À Maurice à Courtavenel, Mme Sand écrit aussi à propos de Leroux (à la fin d’une lettre, où elle raconte à son fils l’excur-

  1. Cette lettre est encore erronément datée de « juin 1844 », dans la Correspondance. Mme Sand y fait allusion, entre autres, aux pluies et aux inondations qui désolèrent les environs de Nohant en l’été de 1845, qui y occasionnèrent de vrais désastres et par suite du débordement des rivières empêchèrent les Viardot de partir pour Paris à la date fixée pour leur départ. On a de plus omis les dernières lignes de cette lettre : « Ma lettre est retardée de quelques heures, Viardot s’en charge. » Or, les Viardot ne purent pas faire leur séjour habituel à Nohant en 1844 ; en 1845, ils quittèrent le château en juillet, plus tard ce fut Maurice qui fit un séjour chez eux, à Courtavenel, Mme Viardot se rendit après aux fêtes en l’honneur de Beethoven à Bonn. Tous ces faits sont relatés dans les lettres de Chopin à sa sœur, datées du 20 juillet et d’octobre 1845. Dans cette seconde lettre, il parle encore d’une excursion à Boussac, de l’imprimerie et de la machine de Leroux, qui imprimait « un nouveau journal intitulé l’Éclaireur » et de ses engouements éternels pour de nouvelles idées et de nouveaux projets, qu’ « il commençait toujours et n’achevait jamais entièrement », et aussi de ce que cette machine « a déjà coûté à Leroux, ainsi qu’au propriétaire de M. Coco (le chien de Mme Sand), et à ses autres amis plus de dix mille francs », ou même « plusieurs dizaines de mille francs ».

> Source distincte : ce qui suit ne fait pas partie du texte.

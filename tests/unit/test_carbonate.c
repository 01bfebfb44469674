/* The carbonate system at fixed pCO2 and CaCO3 along the evaporation path.
 * Sources beside every check: [S] published, [C] computed with this model,
 * [M] from memory. */
#include <math.h>
#include <setjmp.h>
#include <stdarg.h>
#include <stddef.h>
#include <string.h>
#include <cmocka.h>

#include "hc_carbonate.h"
#include "hc_equilibrium.h"
#include "hc_feed.h"
#include "hc_minerals.h"
#include "hc_path.h"

#define LN10 2.302585092994046

static const hc_path_onset *onset_of(const hc_path *p, hc_mineral m, hc_path_onset *store)
{
    hc_path_onset list[HC_MINERAL_COUNT];
    size_t n = hc_path_onsets(p, list, HC_MINERAL_COUNT);
    for (size_t i = 0; i < n; i++)
        if (list[i].mineral == m) {
            *store = list[i];
            return store;
        }
    return NULL;
}

static void constants_with_temperature(void **unused)
{
    (void)unused;
    hc_carbonate_params c0, c25;
    assert_int_equal(hc_carbonate_params_at(0.0, 0.0 - 1e-12, &c0), HC_OK);
    assert_int_equal(hc_carbonate_params_at(25.0, -1e-12, &c25), HC_OK);
    /* CO2 solubility, log KH: -1.11 at 0 degC, -1.47 at 25 degC (Plummer &
     * Busenberg 1982, Table 2; Weiss 1974) [M]. */
    assert_true(fabs(c0.ln_kh_pco2 / LN10 - (-1.11)) < 0.02);
    assert_true(fabs(c25.ln_kh_pco2 / LN10 - (-1.47)) < 0.01);
    /* Carbonic acid: pK1 6.58 and pK2 10.63 at 0 degC (Harned & Davis 1943;
     * Harned & Scholes 1941) [M]. */
    assert_true(fabs(c0.ln_k1 / LN10 - (-6.58)) < 0.02);
    assert_true(fabs(c0.ln_k2 / LN10 - (-10.63)) < 0.02);
    /* Retrograde solubility: calcite log K -8.38 at 0 and -8.48 at 25 degC,
     * aragonite -8.22 and -8.34 (Plummer & Busenberg 1982) [M]. HMW84's
     * 25 degC values differ (-8.406 calcite), so check the change: +0.10
     * and +0.12 from 25 to 0 degC, within 0.02. */
    double lk0, lk25;
    assert_int_equal(hc_mineral_log_k(HC_MIN_CALCITE, 0.0, &lk0), HC_OK);
    assert_int_equal(hc_mineral_log_k(HC_MIN_CALCITE, 25.0, &lk25), HC_OK);
    assert_true(fabs(lk0 - lk25 - 0.10) < 0.02);
    assert_int_equal(hc_mineral_log_k(HC_MIN_ARAGONITE, 0.0, &lk0), HC_OK);
    assert_int_equal(hc_mineral_log_k(HC_MIN_ARAGONITE, 25.0, &lk25), HC_OK);
    assert_true(fabs(lk0 - lk25 - 0.12) < 0.02);
    /* Bad input. */
    assert_int_equal(hc_carbonate_params_at(25.0, 0.5, &c0), HC_ERR_ARGUMENT);
    assert_int_equal(hc_carbonate_params_at(25.0, NAN, &c0), HC_ERR_NOT_FINITE);
    assert_int_equal(hc_carbonate_params_at(95.0, -3.4, &c0), HC_ERR_TEMPERATURE_RANGE);
}

static void seawater_at_air(void **unused)
{
    (void)unused;
    hc_feed f;
    hc_pitzer_params p;
    hc_carbonate_params c;
    hc_mineral_set set;
    assert_int_equal(hc_feed_seawater(35.0, &f), HC_OK);
    assert_int_equal(hc_pitzer_params_at(25.0, &p), HC_OK);
    assert_int_equal(hc_carbonate_params_at(25.0, HC_LOG_PCO2_AIR, &c), HC_OK);
    assert_int_equal(hc_mineral_set_at(25.0, HC_MINERALS_CALCITE, &set), HC_OK);
    double fr[HC_ION_COUNT], si[HC_MINERAL_COUNT];
    hc_pitzer_result r;
    hc_carbonate_result cr;
    assert_int_equal(hc_carbonate_speciate(&p, &c, f.molality, fr, &r, &cr), HC_OK);
    /* Surface seawater at about 400 uatm: pH 8.05-8.1 on the total scale,
     * about 0.1 higher on the activity (NBS) scale this model uses
     * (Zeebe & Wolf-Gladrow 2001, ch. 1; Millero 2013) [M]: accept 8.1-8.3. */
    assert_true(cr.ph > 8.1 && cr.ph < 8.3);
    /* DIC about 2.0-2.1 mmol/kg and carbonate ion (free + paired) about
     * 0.18-0.26 mmol/kg at alkalinity 2.3 meq/kg (same sources) [M]. */
    assert_true(cr.dic > 1.95e-3 && cr.dic < 2.15e-3);
    double co3 = fr[HC_ION_CO3] + cr.caco3_pair + cr.mgco3_pair;
    assert_true(co3 > 0.18e-3 && co3 < 0.26e-3);
    /* Alkalinity is conserved by the speciation (definition). */
    double alk = fr[HC_ION_HCO3] + 2.0 * co3;
    assert_true(fabs(alk - cr.alkalinity) < 1e-15);
    assert_true(fabs(alk - f.carbonate_alkalinity) < 1e-15);
    assert_true(fabs(fr[HC_ION_CA] + cr.caco3_pair - f.molality[HC_ION_CA]) < 1e-17);
    /* Surface ocean Omega(aragonite) 3-4, Omega(calcite) about 1.5 times
     * that (Feely et al. 2004, Science 305, 362) [M]: SI 0.45-0.65 and
     * 0.6-0.8. */
    assert_int_equal(hc_saturation_indices(&set, fr, &r, si), HC_OK);
    assert_true(si[HC_MIN_ARAGONITE] > 0.4 && si[HC_MIN_ARAGONITE] < 0.65);
    assert_true(si[HC_MIN_CALCITE] > 0.6 && si[HC_MIN_CALCITE] < 0.85);
    /* More CO2, lower pH: about -1 pH unit per 10x pCO2 at fixed
     * alkalinity when HCO3 dominates (pH = pK1 + log(A / [CO2])) [S, algebra]. */
    hc_carbonate_params c2;
    hc_carbonate_result cr2;
    assert_int_equal(hc_carbonate_params_at(25.0, HC_LOG_PCO2_AIR + 1.0, &c2), HC_OK);
    assert_int_equal(hc_carbonate_speciate(&p, &c2, f.molality, fr, &r, &cr2), HC_OK);
    assert_true(cr.ph - cr2.ph > 0.85 && cr.ph - cr2.ph < 1.0);
}

/* SI of calcite in water with Ca [mol/kg] as Ca(HCO3)2 at pCO2 10^-3.5. */
static double calcite_si(double ca)
{
    hc_pitzer_params p;
    hc_carbonate_params c;
    hc_mineral_set set;
    hc_pitzer_params_at(25.0, &p);
    hc_carbonate_params_at(25.0, -3.5, &c);
    hc_mineral_set_at(25.0, HC_MINERALS_CALCITE, &set);
    double t[HC_ION_COUNT] = {0}, fr[HC_ION_COUNT], si[HC_MINERAL_COUNT];
    t[HC_ION_CA] = ca;
    t[HC_ION_HCO3] = 2.0 * ca;
    hc_pitzer_result r;
    if (hc_carbonate_speciate(&p, &c, t, fr, &r, NULL) != HC_OK)
        return NAN;
    hc_saturation_indices(&set, fr, &r, si);
    return si[HC_MIN_CALCITE];
}

static void calcite_in_pure_water(void **unused)
{
    (void)unused;
    /* Calcite solubility in water at 25 degC and pCO2 10^-3.5 atm: about
     * 0.5 mmol/kg Ca, pH 8.3 (Plummer & Busenberg 1982; Langmuir 1997,
     * Aqueous Environmental Geochemistry, ch. 6) [M]. Bisect SI = 0. */
    double lo = 1e-4, hi = 2e-3;
    for (int i = 0; i < 60; i++) {
        double mid = 0.5 * (lo + hi);
        if (calcite_si(mid) < 0.0)
            lo = mid;
        else
            hi = mid;
    }
    assert_true(lo > 0.45e-3 && lo < 0.56e-3);
    hc_pitzer_params p;
    hc_carbonate_params c;
    hc_carbonate_params_at(25.0, -3.5, &c);
    hc_pitzer_params_at(25.0, &p);
    double t[HC_ION_COUNT] = {0}, fr[HC_ION_COUNT];
    t[HC_ION_CA] = lo;
    t[HC_ION_CO3] = lo; /* the split given does not matter: only A counts */
    hc_pitzer_result r;
    hc_carbonate_result cr;
    assert_int_equal(hc_carbonate_speciate(&p, &c, t, fr, &r, &cr), HC_OK);
    assert_true(cr.ph > 8.2 && cr.ph < 8.4);
}

static void speciation_bad_input(void **unused)
{
    (void)unused;
    hc_pitzer_params p;
    hc_carbonate_params c;
    hc_pitzer_params_at(25.0, &p);
    hc_carbonate_params_at(25.0, HC_LOG_PCO2_AIR, &c);
    double t[HC_ION_COUNT] = {0}, fr[HC_ION_COUNT];
    hc_pitzer_result r;
    hc_carbonate_result cr;
    t[HC_ION_NA] = t[HC_ION_CL] = 1.0;
    /* No alkalinity: nothing to speciate, pH unknown. */
    assert_int_equal(hc_carbonate_speciate(&p, &c, t, fr, &r, &cr), HC_OK);
    assert_true(isnan(cr.ph));
    assert_true(fr[HC_ION_NA] == 1.0 && fr[HC_ION_HCO3] == 0.0);
    t[HC_ION_HCO3] = -1e-3;
    assert_int_equal(hc_carbonate_speciate(&p, &c, t, fr, &r, &cr), HC_ERR_NEGATIVE);
    t[HC_ION_HCO3] = NAN;
    assert_int_equal(hc_carbonate_speciate(&p, &c, t, fr, &r, &cr), HC_ERR_NOT_FINITE);
    /* A soda brine (alkalinity far above calcium) still speciates. */
    t[HC_ION_HCO3] = 0.5;
    t[HC_ION_NA] = 1.5;
    assert_int_equal(hc_carbonate_speciate(&p, &c, t, fr, &r, &cr), HC_OK);
    assert_true(cr.ph > 8.5 && cr.ph < 11.0); /* soda lakes pH 9-10.5 [M] */
}

static void path_carbonate_stage(void **unused)
{
    (void)unused;
    hc_feed f;
    assert_int_equal(hc_feed_seawater(35.0, &f), HC_OK);
    hc_path *with = NULL, *without = NULL, *calcite = NULL;
    hc_path_options none = {.mineral_flags = HC_MINERALS_NO_CARBONATE};
    hc_path_options cal = {.mineral_flags = HC_MINERALS_CALCITE};
    assert_int_equal(hc_path_build(&f, 25.0, HC_PATH_FRACTIONAL, &with), HC_OK);
    assert_int_equal(hc_path_build_ex(&f, 25.0, HC_PATH_FRACTIONAL, &none, &without), HC_OK);
    assert_int_equal(hc_path_build_ex(&f, 25.0, HC_PATH_FRACTIONAL, &cal, &calcite), HC_OK);
    hc_path_onset a, b;
    /* Aragonite near CF 1.5-2 in field brines (DOMAIN sec. 7) [S]. */
    assert_non_null(onset_of(with, HC_MIN_ARAGONITE, &a));
    assert_true(a.concentration_factor > 1.5 && a.concentration_factor < 2.0);
    assert_true(fabs(hc_path_stage_cf(with, HC_STAGE_CARBONATE) - a.concentration_factor) < 1e-9);
    assert_null(onset_of(with, HC_MIN_CALCITE, &b));
    /* Halite barely moves (aragonite takes no Na or Cl): within 1 % [C];
     * gypsum moves later as aragonite takes about 9 % of the calcium:
     * 6 % here [C], toward the observed CF 3.8-4 (McCaffrey et al. 1987) [M]. */
    assert_non_null(onset_of(with, HC_MIN_HALITE, &a));
    assert_non_null(onset_of(without, HC_MIN_HALITE, &b));
    assert_true(fabs(a.concentration_factor / b.concentration_factor - 1.0) < 0.01);
    assert_non_null(onset_of(with, HC_MIN_GYPSUM, &a));
    assert_non_null(onset_of(without, HC_MIN_GYPSUM, &b));
    assert_true(a.concentration_factor > b.concentration_factor &&
                a.concentration_factor < 1.07 * b.concentration_factor);
    /* Amount: about 0.1 g CaCO3 per kg of seawater; Usiglio (1849) found
     * 0.117 g with Fe2O3 per litre [M]. Accept 0.07-0.12 g. */
    double g = hc_path_max_precipitated(with, HC_MIN_ARAGONITE) * 100.087;
    assert_true(g > 0.07 && g < 0.12);
    /* Alkalinity: what the brine holds plus 2 eq per mol of CaCO3 laid
     * down is the feed's, at every step (mass balance). */
    double feed_alk = f.carbonate_alkalinity; /* eq per kg feed water */
    for (size_t i = 0; i < hc_path_step_count(with); i++) {
        const hc_path_point *q = hc_path_step(with, i);
        double held = q->alkalinity / q->concentration_factor;
        double laid = 2.0 * q->precipitated[HC_MIN_ARAGONITE] / f.water_mass_fraction;
        assert_true(fabs(held + laid - feed_alk) < 1e-9 * feed_alk + 1e-15);
    }
    /* The feed point: seawater at the air's pCO2, pH 8.1-8.3 (as above) [M];
     * without carbonate there is no pH. */
    assert_true(hc_path_step(with, 0)->ph > 8.1 && hc_path_step(with, 0)->ph < 8.3);
    assert_true(isnan(hc_path_step(without, 0)->ph));
    /* Lookups between steps carry pH and alkalinity (between the two
     * neighbouring steps' values: linear interpolation). */
    hc_path_point q;
    assert_int_equal(hc_path_point_at_cf(with, 1.3, &q, NULL), HC_OK);
    size_t k = 1;
    while (hc_path_step(with, k)->concentration_factor < 1.3)
        k++;
    const hc_path_point *lo = hc_path_step(with, k - 1), *hi = hc_path_step(with, k);
    assert_true(q.ph >= fmin(lo->ph, hi->ph) && q.ph <= fmax(lo->ph, hi->ph));
    assert_true(q.alkalinity >= fmin(lo->alkalinity, hi->alkalinity) &&
                q.alkalinity <= fmax(lo->alkalinity, hi->alkalinity));
    assert_int_equal(hc_path_point_at_cf(without, 1.3, &q, NULL), HC_OK);
    assert_true(isnan(q.ph) && q.alkalinity == 0.0);
    assert_true(isnan(hc_path_stage_cf(without, HC_STAGE_CARBONATE)));
    /* Calcite when asked for; never aragonite then. Calcite's lower
     * solubility (log K 0.19 lower, HMW84/DOMAIN sec. 5) lays down at
     * least as much. */
    assert_non_null(onset_of(calcite, HC_MIN_CALCITE, &a));
    assert_null(onset_of(calcite, HC_MIN_ARAGONITE, &b));
    assert_true(hc_path_max_precipitated(calcite, HC_MIN_CALCITE) >=
                hc_path_max_precipitated(with, HC_MIN_ARAGONITE));
    hc_path_free(with);
    hc_path_free(without);
    hc_path_free(calcite);
}

static void path_options_checked(void **unused)
{
    (void)unused;
    hc_feed f;
    assert_int_equal(hc_feed_seawater(35.0, &f), HC_OK);
    hc_path *p = NULL;
    hc_path_options bad = {.log_p_co2 = 1.0};
    assert_int_equal(hc_path_build_ex(&f, 25.0, HC_PATH_FRACTIONAL, &bad, &p), HC_ERR_ARGUMENT);
    bad.log_p_co2 = NAN;
    assert_int_equal(hc_path_build_ex(&f, 25.0, HC_PATH_FRACTIONAL, &bad, &p), HC_ERR_ARGUMENT);
    hc_path_options bad2 = {.caco3_onset_si = 5.0};
    assert_int_equal(hc_path_build_ex(&f, 25.0, HC_PATH_FRACTIONAL, &bad2, &p), HC_ERR_ARGUMENT);
    assert_null(p);
    /* Plain equilibrium (no nucleation step): seawater itself is
     * supersaturated with aragonite (SI +0.49 [C]), so CaCO3 begins at CF 1. */
    hc_path_options eq = {.caco3_onset_si = -1.0};
    assert_int_equal(hc_path_build_ex(&f, 25.0, HC_PATH_FRACTIONAL, &eq, &p), HC_OK);
    hc_path_onset a;
    assert_non_null(onset_of(p, HC_MIN_ARAGONITE, &a));
    assert_true(a.concentration_factor == 1.0);
    hc_path_free(p);
    /* A higher pCO2 dissolves more CO2 and lowers the pH of the feed. */
    hc_path_options high = {.log_p_co2 = -2.4};
    assert_int_equal(hc_path_build_ex(&f, 25.0, HC_PATH_FRACTIONAL, &high, &p), HC_OK);
    assert_true(hc_path_step(p, 0)->ph < 7.4);
    hc_path_free(p);
}

int main(void)
{
    const struct CMUnitTest tests[] = {
        cmocka_unit_test(constants_with_temperature),
        cmocka_unit_test(seawater_at_air),
        cmocka_unit_test(calcite_in_pure_water),
        cmocka_unit_test(speciation_bad_input),
        cmocka_unit_test(path_carbonate_stage),
        cmocka_unit_test(path_options_checked),
    };
    return cmocka_run_group_tests(tests, NULL, NULL);
}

    On retrouve de même une allusion au « déluge » de 1845 dans la lettre de Mme Sand à Poncy, du 12 septembre 1845. Il faut aussi remarquer que le numéro 1 de l’Éclaireur ne parut que le 14 septembre 1844, et que ce journal s’imprimait d’abord à Orléans, plus tard à Boussac chez Leroux, qui ne put donc s’en occuper qu’en l’été de 1845 et non pas en 1844.